# My first attempt at collecting early Lionel Standard Gauge



## David from Dearborn (Jan 18, 2014)

I have collected and run N, HO and O gauge trains in the past, but have never ventured into the world of Standard or 1 gauge. I recently acquired an early Lionel Standard Gauge train set that was made somewhere between 1913 and 1924. After a little cleaning and lubricating the old engine runs great. I have no room for a standard gauge layout so the train set will be the centerpiece at Christmas time running underneath the tree. The finish on the individual cars is either really bad or has been poorly repainted in the past, so a repaint is in order. The toylike simplicity of the train is a joy to behold. Here is a video..........

http://youtu.be/m_woNYYxXzY

Early Lionel (1913 - 1924)
Standard Gauge
Engine No. 33 
Passenger Car No. 35 & 36
Mail Car No. 32
Boxcar No. 114
Gondola No. 112
Caboose No. 117


----------



## Big Ed (Jun 16, 2009)

Nice, I would leave the engine alone just clean it up a little if you haven't done so yet.

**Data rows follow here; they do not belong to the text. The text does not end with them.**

@functools.lru_cache(maxsize=1)
def _ref_generator() -> tuple[int, ...]:
    """g(x) = (x + a^6)(x + a^7)(x + a^8)(x + a^9) with the slow GF(16) multiply."""
    alpha = [1]
    for _ in range(15):
        alpha.append(_gf16_mul_slow(alpha[-1], 2))
    g = [1]
    for k in (6, 7, 8, 9):
        g = [a ^ _gf16_mul_slow(b, alpha[k]) for a, b in zip(g + [0], [0] + g)]
    return tuple(g)


@functools.cache
def _ref_parity(info: tuple[int, ...]) -> tuple[int, ...]:
    """Systematic parity by long division with the slow GF(16) multiply (no tables)."""
    g = _ref_generator()
    reg = list(info) + [0, 0, 0, 0]
    for i in range(6):
        c = reg[i]
        for j in range(1, 5):
            reg[i + j] ^= _gf16_mul_slow(c, g[j])
    return tuple(reg[6:])


@functools.lru_cache(maxsize=1)
def _error_patterns() -> list[list[tuple[int, int]]]:
    cands = [[]] + [[(p, v)] for p in range(10) for v in range(1, 16)]
    cands += [[(p, v), (q, w)] for p in range(10) for q in range(p + 1, 10) for v in range(1, 16)
              for w in range(1, 16)]
    return cands


def _ref_nearest_codewords(word: list[int]) -> list[list[int]]:
    """Slow reference decoder: every codeword within distance 2 of ``word``, by brute force over the
    10,275 error patterns of weight 1 and 2 (and weight 0), each checked with the slow encoder."""
    found = []
    for pattern in _error_patterns():
        c = list(word)
        for pos, val in pattern:
            c[pos] ^= val
        if _ref_parity(tuple(c[:6])) == tuple(c[6:]):
            found.append(c)
    return found


def test_fhec_corrects_up_to_two_nibbles(rng):
    # RS(10,6) over GF(16) has minimum distance 5: any one or two symbol errors are corrected
    # (CCSDS 732.0-B sec. 4.1.2.6, code from memory, not confirmed); galois (PyPI) agrees on each
    gf, rs = _galois_rs()
    for n_err in (1, 2):
        for _ in range(150):
            hdr = bytes(rng.integers(0, 256, 6, dtype=np.uint8))
            word = _fhec_word(hdr, fhec_parity(hdr))
            bad = list(word)
            for pos in rng.choice(10, n_err, replace=False):
                bad[pos] ^= int(rng.integers(1, 16))
            h2, f2 = _from_word(bad, hdr)
            res = fhec_decode(h2, f2)
            assert res.corrected == n_err and res.header == hdr and res.fhec == fhec_parity(hdr)
            dec, nerr = rs.decode(gf(bad), errors=True)
            assert int(nerr) == n_err and [int(v) for v in dec] == word[:6]
    assert fhec_decode(hdr, fhec_parity(hdr)) == (hdr, fhec_parity(hdr), 0)


def test_fhec_uncorrectable_patterns_confirmed_by_brute_force(rng):
    # words with 3..5 symbol errors: where the brute-force reference finds no codeword within distance 2,
    # the decoder must say uncorrectable (and galois too); where it finds one, the decoder returns it
    gf, rs = _galois_rs()
    seen_uncorrectable = 0
    for _ in range(10):
        hdr = bytes(rng.integers(0, 256, 6, dtype=np.uint8))
        bad = _fhec_word(hdr, fhec_parity(hdr))
        for pos in rng.choice(10, int(rng.integers(3, 6)), replace=False):
            bad[pos] ^= int(rng.integers(1, 16))
        h2, f2 = _from_word(bad, hdr)
        res = fhec_decode(h2, f2)
        near = _ref_nearest_codewords(bad)
        assert len(near) <= 1  # minimum distance 5
        if near:
            assert res.corrected in (1, 2) and _fhec_word(res.header, res.fhec) == near[0]
        else:
            seen_uncorrectable += 1
            assert res.corrected == -1 and res.header == h2 and res.fhec == f2
            assert int(rs.decode(gf(bad), errors=True)[1]) == -1
    assert seen_uncorrectable >= 6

Repaint the cars in a Christmas themed color?


----------



## Biggie (May 14, 2014)

big ed said:


> Nice, I would leave the engine alone


X2

Wish you lots of joy with these under the Christmas tree


----------



## Big Ed (Jun 16, 2009)

Biggie said:


> X2
> 
> Wish you lots of joy with these under the Christmas tree


I wonder what he thinks? 
He never said anything else? :dunno:


----------



## David from Dearborn (Jan 18, 2014)

Here is the transformer that I ended up with to power my newly acquired early Lionel Standard Gauge train. I originally was thinking of an early Lionel step type transformer but since I live in the Detroit area (born in Detroit) I stumbled on an early 20th century transformer made by the Dongan Electric Company of Detroit, Michigan. They were founded in 1909 and their headquarters are still in Detroit, making industrial electric/electronic products. There is a history of the company on their homepage and it shows a photo of an early toy transformer that is just like the one that I acquired. You can check it out here:

http://www.dongan.com/About.aspx

I cleaned up my Dongan transformer, replaced the power cord with a new vintage looking one, added an internal fuse on the input and a 5 amp circuit breaker on the output. It works great and one thing that I like about it is that there are 1 volt steps instead of the 2 volt steps that most Lionel transformers from the period have.


----------



## sjm9911 (Dec 20, 2012)

Nice set, I always wanted a standard guage train. Some of the beat up ones can fetch a pretty dollar. I like the transformer, ot looks new,,! , I think I have a similar one but it s probably to dangerous to be used as a paper weight. I think its lionel but yours looks sharp, cool color, and shiny.


----------



## Big Ed (Jun 16, 2009)

It almost looks like a wood top on that?


----------



## David from Dearborn (Jan 18, 2014)

The top is bakelite (an early form of plastic). The sides are heavy sheet metal and the bottom is cast metal.


----------



## tjcruiser (Jan 10, 2010)

That transformer looks GREAT, David ... nice find / cleanup!

TJ


----------